Saturday, August 4, 2012

The new media art attracts collectors

The new media practitioners from India seek the viewer participation and involvement, using interactive technology to examine contemporary themes and concerns. By manipulating text, sound and image in novel experimental ways, they shift viewers’ stance from being passive spectators to that of active participants.

Their aim is to stimulate a new kind of aware viewership that opens up to new windows to the outside world or preset transcendental truths, overturning set notions of how the moving image communicates. But then there are practical issues that hamper the viewing and collecting. Video art is not easy hard to show in conventional art spaces.

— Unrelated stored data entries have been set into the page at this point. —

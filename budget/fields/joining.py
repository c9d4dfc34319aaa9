"""Several NetCDF files joined into one raw dataset (part of the opening stage).

Each file is compared with the first before the join: its grid and levels (every index
coordinate but time) and its calendar must match, and a data variable whose unit differs is
put into the first file's unit using that file's own attribute (budget.units).  Whatever
cannot be reconciled is refused in one sentence naming both files.
"""

from __future__ import annotations

import os
import warnings as _warnings
from dataclasses import dataclass

import numpy as np
import xarray as xr

from ..errors import FieldsError
from ..units import normalise, same_quantity
from .grid import LAT_NAMES, LON_NAMES, guess_time_dim
from .hints import short


@dataclass(frozen=True)
class Signature:
    """What the first file fixes for the others: index coordinates, units, calendar."""

    path: str
    time_dim: str | None
    coords: dict  # {dim: values} of every index coordinate but time
    units: dict  # {data variable: units attribute}
    calendar: str | None

    @classmethod
    def of(cls, path: str, ds: xr.Dataset) -> "Signature":
        tdim = guess_time_dim(ds)
        coords = {d: np.asarray(ds[d].values) for d in ds.dims if d != tdim and d in ds.variables}
        units = {n: str(v.attrs["units"]) for n, v in ds.data_vars.items() if "units" in v.attrs}
        return cls(path, tdim, coords, units, _calendar(ds, tdim))


def _calendar(ds: xr.Dataset, tdim) -> str | None:
    if tdim is None or tdim not in ds.variables:
        return None
    cal = ds[tdim].encoding.get("calendar") or ds[tdim].attrs.get("calendar")
    return {"gregorian": "standard"}.get(str(cal).lower(), str(cal).lower()) if cal else "standard"


def _compare(ref: Signature, path: str, ds: xr.Dataset) -> None:
    """Refuse, naming both files, what cannot be reconciled."""
    both = f"'{ref.path}' and '{path}'"
    for dim, values in ref.coords.items():
        what = ("latitudes" if dim in LAT_NAMES else "longitudes" if dim in LON_NAMES
                else f"'{dim}' coordinates")
        if dim not in ds.dims:  # files may hold different variables (levels apart from ps)
            continue
        other = np.asarray(ds[dim].values) if dim in ds.variables else None
        same = other is not None and other.shape == values.shape and (
            np.array_equal(other, values) if other.dtype.kind not in "fc"
            else np.allclose(other, values, rtol=1e-9, atol=1e-9))
        if not same:
            raise FieldsError(
                f"The files {both} disagree in their {what} (the grid or levels differ); "
                "give files on one grid with the same levels, or regrid one of them first."
            )
    cal = _calendar(ds, ref.time_dim) if ref.time_dim in ds.dims else None
    if ref.calendar and cal and cal != ref.calendar:
        raise FieldsError(
            f"The files {both} use different calendars ('{ref.calendar}' and '{cal}'); "
            "convert them to one calendar first (for example with xarray's convert_calendar)."
        )


def _same_units(ref: Signature, path: str, ds: xr.Dataset, notes: list) -> xr.Dataset:
    """Put each data variable of ``ds`` into the first file's unit, from its own attribute."""
    for name, var in list(ds.data_vars.items()):
        mine, theirs = var.attrs.get("units"), ref.units.get(name)
        if mine is None or theirs is None or normalise(mine) == normalise(theirs):
            continue  # only in one file, or unlabelled: the roles stage judges it
        q = same_quantity(mine, theirs)
        if q is None:
            raise FieldsError(
                f"Variable '{name}' has units '{theirs}' in '{ref.path}' but '{mine}' in "
                f"'{path}', which Fluxfence cannot reconcile; give the files one unit for it "
                "(or correct the wrong units attribute)."
            )
        _dim, scale_mine, scale_ref = q
        attrs = dict(var.attrs, units=theirs)
        ds[name] = var * (scale_mine / scale_ref)
        ds[name].attrs = attrs
        notes.append(f"'{name}' in '{path}' was in '{mine}' and was converted to '{theirs}' "
                     f"as in '{ref.path}'")
    return ds


def open_many(files: list, chunks, plain, time_chunks, space_tiles):
    """(dataset, notes) of several files joined by coordinates, each checked against the first.
    ``plain``, ``time_chunks`` and ``space_tiles`` are the opening stage's helpers."""
    first = plain(files[0])
    try:
        ref = Signature.of(files[0], first)
        if chunks is None:
            # several files are joined by dask, and slices do not reach the file reader
            # through the join; tiled chunks let dask compute only the tiles a region touches
            chunks = {**time_chunks(first), **space_tiles(first)}
    finally:
        first.close()
    notes: list = []

    given = {os.path.realpath(f): f for f in files}

    def each(ds: xr.Dataset) -> xr.Dataset:
        source = ds.encoding.get("source")
        path = given.get(os.path.realpath(source), source) if source else None
        if path is None or path == files[0]:
            return ds
        _compare(ref, path, ds)
        return _same_units(ref, path, ds, notes)

    try:
        with _warnings.catch_warnings():
            _warnings.simplefilter("ignore")
            ds = xr.open_mfdataset(
                files, combine="by_coords", chunks=chunks, parallel=False,
                data_vars="minimal", coords="minimal", compat="override",
                join="exact", preprocess=each,
            )
    except FieldsError:
        raise
    except Exception as exc:  # noqa: BLE001
        for f in files:  # name the unreadable file when there is one
            plain(f).close()
        raise FieldsError(
            f"Cannot combine the {len(files)} files starting with '{files[0]}' "
            f"({short(exc)}); they must share one grid and levels and must not overlap "
            "in time."
        ) from None
    return ds, notes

It can take up a lot of space, its sound effect can easily spill over into other arenas, and its logistics can get complex because of cumbersome equipment. And that's something not considering challenging or bizarre subject matter that a practitioners like to tackle.

The idea of a collective simultaneous video exhibit with sound spill and light spill can get problematic. And with so much quantum of video now being produced, the real challenge is to do something more expansive and collaborative. Again the challenge of the works’ marketability and saleability is very much there.

There are gallerists like Christopher Grimes in Santa Monica, who consciously try and make the format as such, if not the content itself, more accessible by working around the gallery's space constraints as tried out in an extensive video art programming, a few months ago.

It is heartening to note though, buyers of video art in India are steadily growing in number. It received a big boost when Anupam Poddar launched the Devi Art Foundation dedicated to showing it. He has been quoted as saying, “I think the individual collector can buy it. The immateriality, easy storage and portability are some of the aspects that work in its favor.”

Another leading collector Swapan Seth feels it’s important to embrace and encourage newer technologies not only for artists but also for collectors. Youngsters, who have made the new media art their calling, should be encouraged, he avers. There is every reason to be optimistic about its future prospects and viability thanks to support and patronage from aware collectors, keen to acquire the video artworks.